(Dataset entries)
⁂
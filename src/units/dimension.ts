/**
 * Dimensions of trade units: exponents of length (m), angle (rad) and time (s).
 *
 * Angle is a base dimension here, unlike in SI where the radian counts as 1:
 * otherwise deg/h (an angular rate) and 1/h (a frequency) would be the same
 * thing and a wrong unit would slip through unnoticed.
 *
 * Exponents are stored doubled ("half-steps") so that the half powers of
 * noise terms (√h, √Hz, √s) stay exact integers.
 */
import { InputError } from '../errors';

/**
 * Exponents of the three base dimensions, each stored as twice the exponent.
 * Example: rad/√s is `{ lengthHalfSteps: 0, angleHalfSteps: 2, timeHalfSteps: -1 }`.
 */
export interface Dimension {
  /** Twice the exponent of length (m). */
  readonly lengthHalfSteps: number;
  /** Twice the exponent of angle (rad). */
  readonly angleHalfSteps: number;
  /** Twice the exponent of time (s). */
  readonly timeHalfSteps: number;
}

/** The dimension of a plain ratio (ppm, %, 1). */
export const DIMENSIONLESS: Dimension = { lengthHalfSteps: 0, angleHalfSteps: 0, timeHalfSteps: 0 };

/**
 * Builds a dimension from ordinary exponents, e.g. `dimension(0, 1, -0.5)` for rad/√s.
 * @throws InputError (path 'dimension') when an exponent is not a multiple of 1/2.
 */
export function dimension(lengthExp: number, angleExp: number, timeExp: number): Dimension {
  const halves = [lengthExp, angleExp, timeExp].map((e) => e * 2);
  if (!halves.every(Number.isInteger)) {
    throw new InputError('dimension', `exponents must be multiples of 1/2, got ${lengthExp}, ${angleExp}, ${timeExp}`);
  }
  return { lengthHalfSteps: halves[0], angleHalfSteps: halves[1], timeHalfSteps: halves[2] };
}

/** The dimension of a product of two quantities (exponents add). Throws nothing. */
export function multiplyDimensions(a: Dimension, b: Dimension): Dimension {
  return {
    lengthHalfSteps: a.lengthHalfSteps + b.lengthHalfSteps,
    angleHalfSteps: a.angleHalfSteps + b.angleHalfSteps,
    timeHalfSteps: a.timeHalfSteps + b.timeHalfSteps,
  };
}

/**
 * The dimension of `d` raised to the power `exponentHalfSteps / 2`, or
 * `undefined` when the result would need quarter powers (√√h). Throws nothing.
 */
export function raiseDimension(d: Dimension, exponentHalfSteps: number): Dimension | undefined {
  // `+ 0` turns -0 into 0 so that results compare and print cleanly.
  const scale = (halfSteps: number): number => (halfSteps * exponentHalfSteps) / 2 + 0;
  const raised: Dimension = {
    lengthHalfSteps: scale(d.lengthHalfSteps),
    angleHalfSteps: scale(d.angleHalfSteps),
    timeHalfSteps: scale(d.timeHalfSteps),
  };
  return Object.values(raised).every(Number.isInteger) ? raised : undefined;
}

/** True when both dimensions have the same exponents. Throws nothing. */
export function sameDimension(a: Dimension, b: Dimension): boolean {
  return (
    a.lengthHalfSteps === b.lengthHalfSteps &&
    a.angleHalfSteps === b.angleHalfSteps &&
    a.timeHalfSteps === b.timeHalfSteps
  );
}

const BASE_SYMBOLS: readonly [keyof Dimension, string][] = [
  ['lengthHalfSteps', 'm'],
  ['angleHalfSteps', 'rad'],
  ['timeHalfSteps', 's'],
];

/** Writes one base to a positive power as trade text: s, s², √s, s/√s parts. */
function powerParts(symbol: string, halfSteps: number): string[] {
  const whole = Math.floor(halfSteps / 2);
  const parts: string[] = [];
  if (whole === 1) parts.push(symbol);
  else if (whole === 2) parts.push(`${symbol}²`);
  else if (whole === 3) parts.push(`${symbol}³`);
  else if (whole > 3) parts.push(`${symbol}^${whole}`);
  if (halfSteps % 2 === 1) parts.push(`√${symbol}`);
  return parts;
}

/**
 * The SI text of a dimension in the trade's own style, e.g. `rad/s/√s`,
 * `m·rad`, `1/s`, or `1` when dimensionless. Used to name a dimension that has
 * no entry in the named-dimension table. Throws nothing.
 */
export function formatDimension(d: Dimension): string {
  const above: string[] = [];
  const below: string[] = [];
  for (const [key, symbol] of BASE_SYMBOLS) {
    const halfSteps = d[key];
    if (halfSteps > 0) above.push(...powerParts(symbol, halfSteps));
    if (halfSteps < 0) below.push(...powerParts(symbol, -halfSteps));
  }
  const numerator = above.length > 0 ? above.join('·') : '1';
  return [numerator, ...below].join('/');
}
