import { propagateInPlace } from './covariance-kernels';
import type { SparseRows } from './sparse-rows';

/** X <- Φ X Φᵀ for the matrix at `offset`, with Φ's non-zero values in `val` (the pattern is baked in). */
export type PropagationKernel = (x: Float64Array, offset: number, val: Float64Array, scratch: Float64Array) => void;

const kernels = new Map<string, PropagationKernel>();

/**
 * A propagation kernel specialised to Φ's sparsity pattern: straight-line
 * code with every index a constant. The generic sparse loop spends most of
 * its time in loop overhead (rows of one to eight entries, n = 11): on the
 * benchmark mission the specialised kernel is several times faster, and
 * propagation is most of the engine's work (see `npm run bench`). Kernels are
 * cached by pattern; a platform that forbids generated code (a strict
 * Content-Security-Policy) gets the generic loop, which gives the same
 * numbers (tested).
 */
export function propagationKernel(phi: SparseRows): PropagationKernel {
  if (!generatedAllowed) return genericKernel(phi);
  const key = `${phi.n}:${Array.from(phi.rowStart).join(',')}:${Array.from(phi.col).join(',')}`;
  let kernel = kernels.get(key);
  if (!kernel) {
    kernel = compile(phi) ?? genericKernel(phi);
    kernels.set(key, kernel);
  }
  return kernel;
}

let generatedAllowed = true;

/**
 * Turns generated kernels off (every kernel is then the generic loop) or back
 * on: for a host that forbids generated code, and for the tests comparing
 * the two paths through a whole run.
 */
export function allowGeneratedKernels(allowed: boolean): void {
  generatedAllowed = allowed;
}

/** The generic sparse loop wrapped as a kernel (the fallback, and the reference in tests). */
export function genericKernel(phi: SparseRows): PropagationKernel {
  return (x, offset, val, scratch) => propagateInPlace(x, offset, { ...phi, val }, scratch);
}

/**
 * Most multiply-adds one generated function holds. A fully unrolled kernel
 * for a large model is a function V8 stops optimising (about 2,000 terms,
 * 30 states: then it runs 10-20 times slower than the generic loop), so the
 * straight-line code is cut into blocks of at most this many terms, each its
 * own small function, called in order: the same sums in the same order (the
 * same numbers, bit for bit) at the unrolled speed for every state count
 * (see the state-count sweep in `npm run bench`).
 */
export const BLOCK_TERMS = 600;

/** The generated forms: one straight-line block (small models) or several. */
export type KernelForm = 'unrolled' | 'blocked' | 'row-loop';

/**
 * Generates a kernel of Φ's pattern, `blocked` by default (one block when the
 * model is small); `unrolled` puts everything in one function, the old form
 * kept for the benchmark's comparison. Undefined where generated code is forbidden.
 */
export function compile(phi: SparseRows, form: KernelForm = 'blocked'): PropagationKernel | undefined {
  if (form === 'row-loop') {
    try {
      return blockFunction([{ code: rowLoopBody(phi), values: Array.from(phi.col, (_, p) => p), terms: 0 }]);
    } catch {
      return undefined;
    }
  }
  const statements = kernelStatements(phi);
  const limit = form === 'unrolled' ? Infinity : BLOCK_TERMS;
  const blocks: Statement[][] = [[]];
  let terms = 0;
  for (const st of statements) {
    if (terms + st.terms > limit && blocks[blocks.length - 1].length > 0) {
      blocks.push([]);
      terms = 0;
    }
    blocks[blocks.length - 1].push(st);
    terms += st.terms;
  }
  try {
    const parts = blocks.map(blockFunction);
    if (parts.length === 1) return parts[0];
    return (x, o, val, a) => {
      for (let b = 0; b < parts.length; b++) parts[b](x, o, val, a);
    };
  } catch {
    return undefined;
  }
}

/** One line of generated code, the Φ values it reads and how many multiply-adds it does. */
interface Statement {
  code: string;
  values: number[];
  terms: number;
}

function blockFunction(block: Statement[]): PropagationKernel {
  const used = [...new Set(block.flatMap((st) => st.values))].sort((a, b) => a - b);
  const body = [...used.map((p) => `const v${p} = val[${p}];`), ...block.map((st) => st.code)].join('\n');
  // eslint-disable-next-line no-new-func -- deliberate: see the doc comment of propagationKernel.
  return new Function('x', 'o', 'val', 'a', `'use strict'; let t = 0;\n${body}`) as PropagationKernel;
}

/** Every index a constant: A = Φ X row by row, then the upper triangle of X = A Φᵀ, mirrored. */
function kernelStatements(phi: SparseRows): Statement[] {
  const { n, rowStart, col } = phi;
  const out: Statement[] = [];
  const rowValues = (i: number) => Array.from({ length: rowStart[i + 1] - rowStart[i] }, (_, e) => rowStart[i] + e);
  // A = Φ X
  for (let i = 0; i < n; i++) {
    const values = rowValues(i);
    for (let k = 0; k < n; k++) {
      const terms = values.map((p) => `v${p} * x[o + ${col[p] * n + k}]`);
      out.push({ code: `a[${i * n + k}] = ${terms.length ? terms.join(' + ') : '0'};`, values, terms: Math.max(1, terms.length) });
    }
  }
  // X = A Φᵀ, upper triangle mirrored
  for (let i = 0; i < n; i++) {
    for (let k = i; k < n; k++) {
      const values = rowValues(k);
      const terms = values.map((p) => `a[${i * n + col[p]}] * v${p}`);
      const expr = terms.length ? terms.join(' + ') : '0';
      const code = i === k ? `x[o + ${i * n + k}] = ${expr};` : `t = ${expr}; x[o + ${i * n + k}] = t; x[o + ${k * n + i}] = t;`;
      out.push({ code, values, terms: Math.max(1, terms.length) });
    }
  }
  return out;
}

/**
 * One loop per row of Φ with that row's columns as constants: the same sums
 * in the same order as the unrolled form (so the same numbers, bit for bit),
 * in code that grows with Φ's non-zeros rather than with n times them.
 */
function rowLoopBody(phi: SparseRows): string {
  const { n, rowStart, col } = phi;
  const lines: string[] = [];
  // A = Φ X, row i: A[i][k] = Σ_p v_p X[col_p][k]
  for (let i = 0; i < n; i++) {
    const terms: string[] = [];
    for (let p = rowStart[i]; p < rowStart[i + 1]; p++) terms.push(`v${p} * x[o + ${col[p] * n} + k]`);
    lines.push(`for (let k = 0; k < ${n}; k++) a[${i * n} + k] = ${terms.length ? terms.join(' + ') : '0'};`);
  }
  // X = A Φᵀ, column k of the upper triangle: X[i][k] = Σ_p A[i][col_p] v_p for i <= k, mirrored
  for (let k = 0; k < n; k++) {
    const terms: string[] = [];
    for (let p = rowStart[k]; p < rowStart[k + 1]; p++) terms.push(`a[r + ${col[p]}] * v${p}`);
    const expr = terms.length ? terms.join(' + ') : '0';
    lines.push(`for (let i = 0, r = 0; i <= ${k}; i++, r += ${n}) { t = ${expr}; x[o + r + ${k}] = t; x[o + ${k * n} + i] = t; }`);
  }
  return lines.join('\n');
}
⁂
Write out exactly the lines that fall from the line with "the old form" to the line with "let terms = 0;" in the records above, keeping both ends.

 * model is small); `unrolled` puts everything in one function, the old form
 * kept for the benchmark's comparison. Undefined where generated code is forbidden.
 */
export function compile(phi: SparseRows, form: KernelForm = 'blocked'): PropagationKernel | undefined {
  if (form === 'row-loop') {
    try {
      return blockFunction([{ code: rowLoopBody(phi), values: Array.from(phi.col, (_, p) => p), terms: 0 }]);
    } catch {
      return undefined;
    }
  }
  const statements = kernelStatements(phi);
  const limit = form === 'unrolled' ? Infinity : BLOCK_TERMS;
  const blocks: Statement[][] = [[]];
  let terms = 0;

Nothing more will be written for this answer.